> Your goal: Give back the full data, unchanged and complete.

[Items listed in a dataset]
- - -
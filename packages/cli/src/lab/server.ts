/**
 * Start Debian's jupyter_server (`/usr/bin/python3 -m jupyter_server`, 1.23) for the standalone page: on
 * 127.0.0.1, with a token, a temporary root directory holding copies of the notebooks, the page and the prebuilt
 * extension as extra static files, and the Multiplet kernelspec on a private JUPYTER_PATH (the user's Jupyter
 * configuration is not read). Stopped by PID.
 */
import { spawn, type ChildProcess } from 'node:child_process';
import { randomBytes } from 'node:crypto';
import { copyFileSync, cpSync, existsSync, mkdirSync, mkdtempSync, rmSync, statSync, readdirSync } from 'node:fs';
import { createServer } from 'node:net';
import { tmpdir } from 'node:os';
import { basename, join, resolve } from 'node:path';
import { buildKernelSpec, installKernelSpec, KERNEL_IDENTITY } from '@multiplet/kernel-bridge';

export const SYSTEM_PYTHON = '/usr/bin/python3';

export interface LabServerOptions {
  /** Repository root (holds packages/lab/page-dist). */
  repoRoot: string;
  /** The bundled CLI the kernelspec runs (`node CLI kernel start …`). */
  cliPath: string;
  /** Notebooks (.ipynb files, or directories copied whole with their data) for the server's root directory. */
  notebooks: string[];
  port?: number;
  token?: string;
  /** Keep the server's files here instead of a new temporary directory. */
  workDir?: string;
  /** Receives the server's output (default: dropped). */
  onOutput?: (text: string) => void;
  /** Aborting while the server starts stops it and removes the work directory (Ctrl+C during start-up). */
  signal?: AbortSignal;
}

export interface LabServer {
  url: string;
  token: string;
  port: number;
  rootDir: string;
  /** Page address for one notebook of the root directory. */
  pageUrl(notebook: string, theme?: 'light' | 'dark'): string;
  notebooks: string[];
  stop(): Promise<void>;
}

function freePort(): Promise<number> {
  return new Promise((resolvePort, reject) => {
    const server = createServer();
    server.once('error', reject);
    server.listen(0, '127.0.0.1', () => {
      const address = server.address();
      const port = typeof address === 'object' && address ? address.port : 0;
      server.close(() => resolvePort(port));
    });
  });
}

function collectNotebooks(paths: string[]): string[] {
  const found: string[] = [];
  for (const path of paths) {
    if (!existsSync(path)) throw new Error(`no such notebook or directory: ${path}`);
    if (statSync(path).isDirectory()) {
      for (const entry of readdirSync(path).sort()) if (entry.endsWith('.ipynb')) found.push(join(path, entry));
    } else found.push(path);
  }
  return found;
}

async function waitForServer(url: string, token: string, child: ChildProcess, timeoutMs: number, signal?: AbortSignal): Promise<void> {
  const deadline = Date.now() + timeoutMs;
  let lastProblem = '';
  while (Date.now() < deadline) {
    if (signal?.aborted) throw new Error('stopped while jupyter_server was starting');
    if (child.exitCode !== null) throw new Error(`jupyter_server exited with code ${child.exitCode}${lastProblem ? ` (${lastProblem})` : ''}`);
    try {
      const response = await fetch(`${url}api/status`, { headers: { Authorization: `token ${token}` } });
      if (response.ok) return;
      lastProblem = `HTTP ${response.status}`;
    } catch (err) {
      lastProblem = err instanceof Error ? err.message : String(err);
    }
    await new Promise((r) => setTimeout(r, 250));
  }
  throw new Error(`jupyter_server did not answer ${url}api/status within ${timeoutMs / 1000} s (${lastProblem})`);
}

export async function startLabServer(options: LabServerOptions): Promise<LabServer> {
  if (!existsSync(SYSTEM_PYTHON)) throw new Error(`${SYSTEM_PYTHON} not found: run scripts/setup-system.sh (Debian's jupyter-server)`);
  const pageDist = join(options.repoRoot, 'packages/lab/page-dist');
  if (!existsSync(join(pageDist, 'multiplet/index.html'))) throw new Error(`the page is not built: ${pageDist}/multiplet/index.html is missing`);
  const workDir = options.workDir ?? mkdtempSync(join(tmpdir(), 'multiplet-lab-'));
  const ownsWorkDir = options.workDir === undefined;
  const rootDir = join(workDir, 'notebooks');
  const jupyterPath = join(workDir, 'share/jupyter');
  for (const dir of [rootDir, jupyterPath, join(workDir, 'config'), join(workDir, 'runtime'), join(workDir, 'data')]) mkdirSync(dir, { recursive: true });
  // A directory comes whole (data files in subdirectories, read by `data` cells, keep their relative paths).
  for (const path of options.notebooks) {
    if (existsSync(path) && statSync(path).isDirectory()) cpSync(path, rootDir, { recursive: true });
  }
  const notebooks = collectNotebooks(options.notebooks).map((path) => {
    copyFileSync(path, join(rootDir, basename(path)));
    return basename(path);
  });
  installKernelSpec(buildKernelSpec(process.execPath, options.cliPath, KERNEL_IDENTITY.implementationVersion), { kind: 'prefix', prefix: workDir });

  const port = options.port ?? (await freePort());
  const token = options.token ?? randomBytes(24).toString('hex');
  const args = [
    '-m',
    'jupyter_server',
    '--ServerApp.ip=127.0.0.1',
    `--ServerApp.port=${port}`,
    '--ServerApp.port_retries=0',
    `--ServerApp.token=${token}`,
    `--ServerApp.root_dir=${rootDir}`,
    '--ServerApp.open_browser=False',
    `--ServerApp.extra_static_paths=${JSON.stringify([resolve(pageDist)])}`,
  ];
  if (process.getuid?.() === 0) args.push('--allow-root');
  const env = {
    ...process.env,
    JUPYTER_PATH: jupyterPath,
    JUPYTER_CONFIG_DIR: join(workDir, 'config'),
    JUPYTER_RUNTIME_DIR: join(workDir, 'runtime'),
    JUPYTER_DATA_DIR: join(workDir, 'data'),
    JUPYTER_PLATFORM_DIRS: '1',
  };
  const child = spawn(SYSTEM_PYTHON, args, { cwd: rootDir, env, stdio: ['ignore', 'pipe', 'pipe'] });
  const forward = (chunk: Buffer) => options.onOutput?.(chunk.toString());
  child.stdout?.on('data', forward);
  child.stderr?.on('data', forward);
  const url = `http://127.0.0.1:${port}/`;
  const stop = async () => {
    if (child.exitCode === null && child.pid !== undefined) {
      const exited = new Promise<void>((r) => child.once('exit', () => r()));
      process.kill(child.pid, 'SIGTERM');
      const timer = setTimeout(() => child.pid !== undefined && child.exitCode === null && process.kill(child.pid, 'SIGKILL'), 5000);
      await exited;
      clearTimeout(timer);
    }
    if (ownsWorkDir) rmSync(workDir, { recursive: true, force: true });
  };
  try {
    await waitForServer(url, token, child, 60_000, options.signal);
  } catch (err) {
    await stop();
    throw err;
  }
  return {
    url,
    token,
    port,
    rootDir,
    notebooks,
    pageUrl: (notebook, theme = 'light') =>
      `${url}static/multiplet/index.html?token=${token}&path=${encodeURIComponent(notebook)}${theme === 'dark' ? '&theme=dark' : ''}`,
    stop,
  };
}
- - -
> Answer to this exercise:
filename packages/cli/src/lab/server.ts
/**
 * Start Debian's jupyter_server (`/usr/bin/python3 -m jupyter_server`, 1.23) for the standalone page: on
 * 127.0.0.1, with a token, a temporary root directory holding copies of the notebooks, the page and the prebuilt
 * extension as extra static files, and the Multiplet kernelspec on a private JUPYTER_PATH (the user's Jupyter
 * configuration is not read). Stopped by PID.
 */
import { spawn, type ChildProcess } from 'node:child_process';
import { randomBytes } from 'node:crypto';
import { copyFileSync, cpSync, existsSync, mkdirSync, mkdtempSync, rmSync, statSync, readdirSync } from 'node:fs';
import { createServer } from 'node:net';
import { tmpdir } from 'node:os';
import { basename, join, resolve } from 'node:path';
import { buildKernelSpec, installKernelSpec, KERNEL_IDENTITY } from '@multiplet/kernel-bridge';

export const SYSTEM_PYTHON = '/usr/bin/python3';

export interface LabServerOptions {
  /** Repository root (holds packages/lab/page-dist). */
  repoRoot: string;
  /** The bundled CLI the kernelspec runs (`node CLI kernel start …`). */
  cliPath: string;
  /** Notebooks (.ipynb files, or directories copied whole with their data) for the server's root directory. */
  notebooks: string[];
  port?: number;
  token?: string;
  /** Keep the server's files here instead of a new temporary directory. */
  workDir?: string;
  /** Receives the server's output (default: dropped). */
  onOutput?: (text: string) => void;
  /** Aborting while the server starts stops it and removes the work directory (Ctrl+C during start-up). */
  signal?: AbortSignal;
}

export interface LabServer {
  url: string;
  token: string;
  port: number;
  rootDir: string;
  /** Page address for one notebook of the root directory. */
  pageUrl(notebook: string, theme?: 'light' | 'dark'): string;
  notebooks: string[];
  stop(): Promise<void>;
}

function freePort(): Promise<number> {
  return new Promise((resolvePort, reject) => {
    const server = createServer();
    server.once('error', reject);
    server.listen(0, '127.0.0.1', () => {
      const address = server.address();
      const port = typeof address === 'object' && address ? address.port : 0;
      server.close(() => resolvePort(port));
    });
  });
}

function collectNotebooks(paths: string[]): string[] {
  const found: string[] = [];
  for (const path of paths) {
    if (!existsSync(path)) throw new Error(`no such notebook or directory: ${path}`);
    if (statSync(path).isDirectory()) {
      for (const entry of readdirSync(path).sort()) if (entry.endsWith('.ipynb')) found.push(join(path, entry));
    } else found.push(path);
  }
  return found;
}

async function waitForServer(url: string, token: string, child: ChildProcess, timeoutMs: number, signal?: AbortSignal): Promise<void> {
  const deadline = Date.now() + timeoutMs;
  let lastProblem = '';
  while (Date.now() < deadline) {
    if (signal?.aborted) throw new Error('stopped while jupyter_server was starting');
    if (child.exitCode !== null) throw new Error(`jupyter_server exited with code ${child.exitCode}${lastProblem ? ` (${lastProblem})` : ''}`);
    try {
      const response = await fetch(`${url}api/status`, { headers: { Authorization: `token ${token}` } });
      if (response.ok) return;
      lastProblem = `HTTP ${response.status}`;
    } catch (err) {
      lastProblem = err instanceof Error ? err.message : String(err);
    }
    await new Promise((r) => setTimeout(r, 250));
  }
  throw new Error(`jupyter_server did not answer ${url}api/status within ${timeoutMs / 1000} s (${lastProblem})`);
}

export async function startLabServer(options: LabServerOptions): Promise<LabServer> {
  if (!existsSync(SYSTEM_PYTHON)) throw new Error(`${SYSTEM_PYTHON} not found: run scripts/setup-system.sh (Debian's jupyter-server)`);
  const pageDist = join(options.repoRoot, 'packages/lab/page-dist');
  if (!existsSync(join(pageDist, 'multiplet/index.html'))) throw new Error(`the page is not built: ${pageDist}/multiplet/index.html is missing`);
  const workDir = options.workDir ?? mkdtempSync(join(tmpdir(), 'multiplet-lab-'));
  const ownsWorkDir = options.workDir === undefined;
  const rootDir = join(workDir, 'notebooks');
  const jupyterPath = join(workDir, 'share/jupyter');
  for (const dir of [rootDir, jupyterPath, join(workDir, 'config'), join(workDir, 'runtime'), join(workDir, 'data')]) mkdirSync(dir, { recursive: true });
  // A directory comes whole (data files in subdirectories, read by `data` cells, keep their relative paths).
  for (const path of options.notebooks) {
    if (existsSync(path) && statSync(path).isDirectory()) cpSync(path, rootDir, { recursive: true });
  }
  const notebooks = collectNotebooks(options.notebooks).map((path) => {
    copyFileSync(path, join(rootDir, basename(path)));
    return basename(path);
  });
  installKernelSpec(buildKernelSpec(process.execPath, options.cliPath, KERNEL_IDENTITY.implementationVersion), { kind: 'prefix', prefix: workDir });

  const port = options.port ?? (await freePort());
  const token = options.token ?? randomBytes(24).toString('hex');
  const args = [
    '-m',
    'jupyter_server',
    '--ServerApp.ip=127.0.0.1',
    `--ServerApp.port=${port}`,
    '--ServerApp.port_retries=0',
    `--ServerApp.token=${token}`,
    `--ServerApp.root_dir=${rootDir}`,
    '--ServerApp.open_browser=False',
    `--ServerApp.extra_static_paths=${JSON.stringify([resolve(pageDist)])}`,
  ];
  if (process.getuid?.() === 0) args.push('--allow-root');
  const env = {
    ...process.env,
    JUPYTER_PATH: jupyterPath,
    JUPYTER_CONFIG_DIR: join(workDir, 'config'),
    JUPYTER_RUNTIME_DIR: join(workDir, 'runtime'),
    JUPYTER_DATA_DIR: join(workDir, 'data'),
    JUPYTER_PLATFORM_DIRS: '1',
  };
  const child = spawn(SYSTEM_PYTHON, args, { cwd: rootDir, env, stdio: ['ignore', 'pipe', 'pipe'] });
  const forward = (chunk: Buffer) => options.onOutput?.(chunk.toString());
  child.stdout?.on('data', forward);
  child.stderr?.on('data', forward);
  const url = `http://127.0.0.1:${port}/`;
  const stop = async () => {
    if (child.exitCode === null && child.pid !== undefined) {
      const exited = new Promise<void>((r) => child.once('exit', () => r()));
      process.kill(child.pid, 'SIGTERM');
      const timer = setTimeout(() => child.pid !== undefined && child.exitCode === null && process.kill(child.pid, 'SIGKILL'), 5000);
      await exited;
      clearTimeout(timer);
    }
    if (ownsWorkDir) rmSync(workDir, { recursive: true, force: true });
  };
  try {
    await waitForServer(url, token, child, 60_000, options.signal);
  } catch (err) {
    await stop();
    throw err;
  }
  return {
    url,
    token,
    port,
    rootDir,
    notebooks,
    pageUrl: (notebook, theme = 'light') =>
      `${url}static/multiplet/index.html?token=${token}&path=${encodeURIComponent(notebook)}${theme === 'dark' ? '&theme=dark' : ''}`,
    stop,
  };
}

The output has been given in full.